It is also seen that the government often adopts different
yard sticks between its approach to public sector units and
the private sector units in fixing the price of essential
basic inputs such as crude oil, LPG and Natural Gas. The recent
recommendation of the Group of Ministers proposing the increase
of Natural Gas prices by Rs.350 per thousand cubic metres
(tcm), if accepted, would enrich ONGC by Rs.20000 million
annually at the cost of consumers. In an environment where
supply is regulated through a monopoly, passing off such price
hikes to the consumers in the name of providing a "market
driven" price mechanism makes a mockery of the issue. The
government's initiative in attracting investment in gas based
fertiliser, power and steel sectors on the promise of assured
supply at affordable prices is well known. It was in response
to this policy that the steel industry pumped in over Rs.150000
million in new gas based plants and in the conversion of coal
based ones to gas based ones. Due to the policy of encouraging
industrial use of Natural Gas, the fertiliser, power and steel
industries today account for more than 85% of total Natural
Gas consumption in India. The attempt of the Government linking
the price of indigenous Natural Gas with the basket of imported
fuels is not correct, since global oil prices are only dictated
by the whims of OPEC. The proposed hike of Rs.350 per tcm
for Natural Gas will take the current price from Rs.2,850
to Rs.3,200 per tcm. For the power industry, which consumes
40% of total available Natural Gas, this will translate into
an additional annual burden of Rs.5500 million for consuming
industries. For the steel industry, this will increase production
costs by Rs.210 per tonne, while farmers who buy fertilisers
from gas based units will have to pay an additional Rs.4500
million each year.
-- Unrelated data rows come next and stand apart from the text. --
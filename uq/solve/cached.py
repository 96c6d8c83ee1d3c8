"""Compiled kernels are kept on disk, in the user's cache and not in the package.

Inside the package they would outlive an uninstallation, and the folder left behind would hide a later editable installation.
"""

from __future__ import annotations

import os
from collections.abc import Callable
from pathlib import Path
from typing import Any

from numba import config, njit


def kernel(function: Callable[..., Any]) -> Any:
    """`function` compiled on its first call without the GIL; the machine code is kept for later processes.

    It lies in $XDG_CACHE_HOME/uq (or ~/.cache/uq), or where the user has set NUMBA_CACHE_DIR; where that cannot be written, numba finds a
    place of its own. The setting is numba's and global, so it is put back at once.
    """
    return _cached(function, {})


def uncounted(function: Callable[..., Any]) -> Any:
    """As `kernel`, but without counting references to arrays: it must make no new array.

    Counting them is an atomic operation for every array whenever one of the stepping kernel's parts is entered or left, which took up to
    three quarters of the time beside the steps themselves. (The option has an underscore in numba; without it all works, only slower.)
    """
    return _cached(function, UNCOUNTED)


UNCOUNTED = {"_nrt": False}


def _cached(function: Callable[..., Any], options: dict[str, bool]) -> Any:
    before = config.CACHE_DIR
    config.CACHE_DIR = before or str(_cache_home() / "uq")
    try:
        return njit(nogil=True, cache=True, error_model="numpy", **options)(function)
    finally:
        config.CACHE_DIR = before


def _cache_home() -> Path:
    """The XDG base directory for caches; a relative setting is ignored, as the specification asks."""
    given = Path(os.environ.get("XDG_CACHE_HOME", ""))
    return given if given.is_absolute() else Path.home() / ".cache"


def at_hand(kernel: Any) -> bool:
    """Whether a kernel's machine code was made in this process, or lies on disk and is newer than the kernel's file."""
    source = Path(kernel.py_func.__code__.co_filename)
    found = Path(kernel.stats.cache_path).glob(f"{source.stem}.{kernel.__name__}-*.nbi")
    return bool(kernel.signatures) or any(index.stat().st_mtime >= source.stat().st_mtime for index in found)
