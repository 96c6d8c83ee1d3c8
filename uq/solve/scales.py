"""The size of every state, from a pilot: what the absolute tolerances are measured by."""

from __future__ import annotations

from dataclasses import replace

import numpy as np
from numpy.typing import NDArray

from uq.solve.batch import Settings, Status
from uq.solve.compile import Compiled
from uq.solve.memory import Floats
from uq.solve.solve import advance, evaluate_starts

FALL_BACK = 1.0
# The pilot looks ahead a little, then further: a state that starts at nothing has a size before its error could grow unseen.
HORIZONS = (1e-6, 1e-4, 1e-2, 1e-1)
# A scale found to be this much smaller than the one it was solved with may be made of uncontrolled error: it is found again.
FALLS = 0.5
# Such a scale falls by about the accuracy in every pass, at worst from the largest number there is.
MOST_PASSES = 200


def pilot_scales(
    compiled: Compiled, x: Floats, times: Floats, start: float, settings: Settings, stop: NDArray[np.uint8] | None = None
) -> tuple[Floats, tuple[str, ...]]:
    """The scale of every state: the median over the pilot of its largest size, among the members in which it is not 0.

    x [pilot, input]; returns scales [state] in state units and the names of the states whose scale was 0, which get 1. `settings.scales` is
    not looked at. The pilot is solved over a millionth, a ten-thousandth, ... of the time, then over all of it, each time with the scales
    found before, at least twice and until no scale falls any more: error that was not controlled never becomes a scale.
    Members that fail do not count; where all do, the scales found before they did stand. Raises Interrupted soon after stop[0] is set.
    """
    end = float(times[-1])
    sizes = _median(np.abs(evaluate_starts(compiled, x)))
    for part in HORIZONS:
        ahead = np.array([start + part * (end - start)])
        if ahead[0] > start:
            sizes = _found(compiled, x, ahead, start, replace(settings, scales=_given(sizes)), sizes, stop)
    for passes in range(MOST_PASSES):
        used = _given(sizes)
        sizes = _found(compiled, x, times, start, replace(settings, scales=used), sizes, stop)
        if passes and not np.any(sizes < FALLS * used):
            break
    unknown = sizes == 0.0
    sizes[unknown] = FALL_BACK
    return sizes, tuple(name for name, fell in zip(compiled.code.states, unknown, strict=True) if fell)


def _found(
    compiled: Compiled, x: Floats, times: Floats, start: float, settings: Settings, before: Floats, stop: NDArray[np.uint8] | None
) -> Floats:
    """Sizes after one pass; `before` where no member got through."""
    batch = advance(compiled, x, times, start, settings, stop)
    good = batch.status == Status.ok
    return _median(batch.largest[good]) if good.any() else before


def _given(sizes: Floats) -> Floats:
    """Scales to solve with: a state without a size follows the others, whose steps are controlled; if none has one, all get 1."""
    return np.where(sizes > 0, sizes, np.inf if np.any(sizes > 0) else FALL_BACK)


def _median(sizes: Floats) -> Floats:
    """Median over the rows of what is finite and not 0; 0 where nothing is."""
    kept = [column[np.isfinite(column) & (column > 0)] for column in sizes.T]
    return np.array([np.median(column) if len(column) else 0.0 for column in kept])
To save the farmers from this additional
burden, the government will have to spend at about Rs.3500
million as fresh farm subsidies. For the industry, this rise
would have destabilising effect. The surprising aspect of
this proposed price rise is that price increase is supposed
to compensate ONGC for procuring gas from private gas producers
at prices ranging between Rs.3850 and Rs.5600 per tcm, while
its own gas costs about Rs.1850 per tcm. If one were to carefully
assess the performance pattern of several industries in India,
it would become clear that performance have improved or deteriorated
largely due to government policies with regard to taxes and
duties as well as the incentives and price fixation norms.
In recent times, number of large public sector fertiliser
units have been forced to close down under the pretext that
the units are not competitive in the global context. Careful
analysis would show that the units have suffered only due
to government's inability to offer necessary protection to
the Indian units in the wake of international developments.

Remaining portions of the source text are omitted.